Lorsque le coupable était un de ces incorri­gibles tous les jours surpris quoique tous les jours châtiés, on l’attachait à un poteau sur la place du Palais-Royal, et chacun avait le droit de venir l’accabler d’injures et le couvrir de soufflets. On en vint même jusqu’à couper les deux oreilles à l’un de ces malheureux. Nous les avions en horreur (ils nous étaient si nuisibles !), et pourtant nous ne pouvions nous empêcher de les plaindre inté­rieurement. Nous savions que l’excès seul de la misère les poussait au crime. Aussi la mort vio­lente d’un de ces malheureux excita-t-elle dans le camp une indignation générale. Cet infortuné, surpris plusieurs fois en flagrant délit, avait été attaché au poteau où il recevait le juste châti­ment de ses fautes. Une corde à nœud coulant lui avait été passée dans le cou, moitié par plaisan­terie, moitié pour lui tenir la tête droite auprès du poteau. Pour l’exhausser davantage et le faire voir de plus loin, on lui avait mis une pierre sous les pieds. Tout à coup arrive indigné un soldat du même pays : « Comment c’est encore toi », s’écrie-t-il en lui donnant quelques soufflets; « voyons, qu’on en finisse ! » En même temps d’un coup de pied il fait rouler la pierre; le voleur se trouva suspendu, le nœud se serre, et les spectateurs irréfléchis s’a­musent un instant des gambades du patient. Bientôt ils comprennent leur imprudence et veulent le dé­barrasser du nœud fatal. Quelle n’est pas leur stupeur lorsqu’ils le sentent s’affaisser dans leurs bras ! La plaisanterie avait été cruelle, il était mort !…

Cet événement, qui fit sur nous une impression profonde et nous rendit plus circonspects, ne cor­rigea pas les voleurs. Leur nombre au contraire continua d’augmenter de jour en jour, et le mauvais exemple fit bientôt l’effet d’une épidémie.

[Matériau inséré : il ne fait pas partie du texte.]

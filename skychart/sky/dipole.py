"""Scattering by molecules in the tensor form: light at a point is four numbers in axes fixed by the sun.

Axes at a point: s toward the sun; rho away from the sun's axis, in the plane of s and the vertical; alpha = s x rho.
The vertical is cos(chi) s + sin(chi) rho. The coherency tensor of light integrated over the sphere has by symmetry the
entries ss, s-rho, rho-rho, alpha-alpha alone, in this order. A direction of sight at zenith angle theta and azimuth phi
from the sun is omega. A source P sends along omega, per unit of scattering optical depth, a Pi P Pi + b tr(P) Pi with
Pi = I - omega omega^T; a and b follow from the depolarisation ratio
(Chandrasekhar 1950, Radiative Transfer, section 18).
"""

from collections.abc import Sequence
from typing import NamedTuple

import numpy as np
from numpy.typing import ArrayLike, NDArray

Array = NDArray[np.float64]

ENTRIES = 4  # ss, s-rho, rho-rho, alpha-alpha
TRACE = (1.0, 0.0, 1.0, 1.0)
FLUXES = 2  # along s and rho
ISOTROPIC = 1 / (8 * np.pi)  # of unpolarised light in all directions alike, on the entries of the projector


class Vector(NamedTuple):
    """Components along s, rho, alpha; each any shape."""

    s: Array
    rho: Array
    alpha: Array

    def of(self, index: int | NDArray[np.intp]) -> "Vector":
        """The vectors at ``index`` of the first axis."""
        return Vector(self.s[index], self.rho[index], self.alpha[index])


class Scatterers(NamedTuple):
    """What scatters at each wavelength: molecules by ``a`` and ``b`` [1/sr], and haze if ``forward`` is there.

    Haze sends (1 + forward x cosine of the scattering angle) / 4 pi, unpolarised: ``forward`` is three times its
    asymmetry. With haze the field has six entries a point: after the tensor's, the flux vector along s and rho.
    """

    a: Array
    b: Array
    forward: Array | None = None

    @property
    def entries(self) -> int:
        """Entries of the field at a point."""
        return ENTRIES if self.forward is None else ENTRIES + FLUXES

    def of(self, wavelengths: range) -> "Scatterers":
        """Some of the wavelengths."""
        some = slice(wavelengths.start, wavelengths.stop)
        return Scatterers(self.a[some], self.b[some], None if self.forward is None else self.forward[some])


def molecular_coefficients(depolarisation: Array) -> tuple[Array, Array]:
    """The coefficients a and b [1/sr] of molecules with the given depolarisation ratio for natural light."""
    anisotropy = (1 - depolarisation) / (1 + depolarisation / 2)
    return 3 * anisotropy / (8 * np.pi), (1 - anisotropy) / (8 * np.pi)


def sight(cos_theta: Array, sin_theta: Array, cos_phi: Array, sin_phi: Array, cos_chi: Array, sin_chi: Array) -> Vector:
    """The direction of sight in the axes at its start; arguments broadcast."""
    return Vector(
        cos_theta * cos_chi + sin_theta * cos_phi * sin_chi,
        cos_theta * sin_chi - sin_theta * cos_phi * cos_chi,
        -sin_theta * sin_phi * np.ones_like(cos_chi),
    )


def moved(
    cos_turn: Array, sin_turn: Array, cos_phi: Array, sin_phi: Array, cos_chi: Array, sin_chi: Array
) -> tuple[Array, Array, Array]:
    """At a point along the ray: cosine of the solar zenith angle, cosine and sine of the turn of its axes about s."""
    cos_there = np.clip(cos_chi * cos_turn + sin_chi * sin_turn * cos_phi, -1, 1)
    outward = sin_chi * cos_turn - cos_chi * sin_turn * cos_phi
    aside = -sin_turn * sin_phi
    length = np.hypot(outward, aside)
    on_axis = length < 1e-12
    scale = 1 / np.where(on_axis, 1.0, length)
    return cos_there, np.where(on_axis, 1.0, outward * scale), np.where(on_axis, 0.0, aside * scale)


def projected_axes(omega: Vector) -> tuple[Vector, Vector, Vector]:
    """The axes s, rho, alpha with their parts along the sight removed."""
    s, rho, alpha = omega
    return (
        Vector(1 - s * s, -s * rho, -s * alpha),
        Vector(-s * rho, 1 - rho * rho, -rho * alpha),
        Vector(-s * alpha, -rho * alpha, 1 - alpha * alpha),
    )


def projector_entries(omega: Vector) -> tuple[Array, Array, Array, Array]:
    """Entries of I - omega omega^T."""
    return 1 - omega.s**2, -omega.s * omega.rho, 1 - omega.rho**2, 1 - omega.alpha**2


def turned_axes(e_rho: Vector, e_alpha: Vector, cosine: Array, sine: Array) -> tuple[Vector, Vector]:
    """The rho and alpha axes of a point whose axes are turned about s by the given angle."""
    return (
        Vector(*(cosine * r + sine * a for r, a in zip(e_rho, e_alpha, strict=True))),
        Vector(*(cosine * a - sine * r for r, a in zip(e_rho, e_alpha, strict=True))),
    )


def tensor_entries(v: Vector, w: Vector) -> tuple[Array, Array, Array, Array]:
    """The four entries of the symmetrised product (v w^T + w v^T) / 2."""
    return v.s * w.s, 0.5 * (v.s * w.rho + v.rho * w.s), v.rho * w.rho, v.alpha * w.alpha


def outputs(entries: Sequence[Array], omega: Vector, count: int, cosine: Array | None = None) -> list[Array]:
    """What light along ``omega`` with the given entries adds to a field of ``count`` entries, and to irradiance.

    ``cosine``: of the angle of incidence for the irradiance, which then comes last.
    """
    radiance = entries[0] + entries[2] + entries[3]
    along = [omega.s, omega.rho] if count > ENTRIES else []
    return [*entries, *(part * radiance for part in along), *([] if cosine is None else [cosine * radiance])]


def trace(entries: ArrayLike, axis: int) -> Array:
    """Trace of a tensor given by its four entries along ``axis``."""
    return np.tensordot(np.asarray(entries), np.asarray(TRACE), axes=([axis], [0]))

Alors on eut recours à une espèce de prison où l’on enfermait pour un temps ceux qui se lais­saient surprendre. Notre but était aussi de leur faire apporter plus d’ordre dans la consommation de leurs rations et de les exciter à travailler.

Par l’économie et l’amour du travail, mes enfants, j’ai évité bien des souffrances et me suis procuré de grands soulagements. Par l’économie et l’amour du travail, vous suppléerez les richesses de la terre que la divine Providence ne vous a pas départies, mais qu’elle a remplacées, dans sa bonté, pour vous comme pour moi, par des biens plus précieux, ceux de l’instruction religieuse et d’une éducation chrétienne.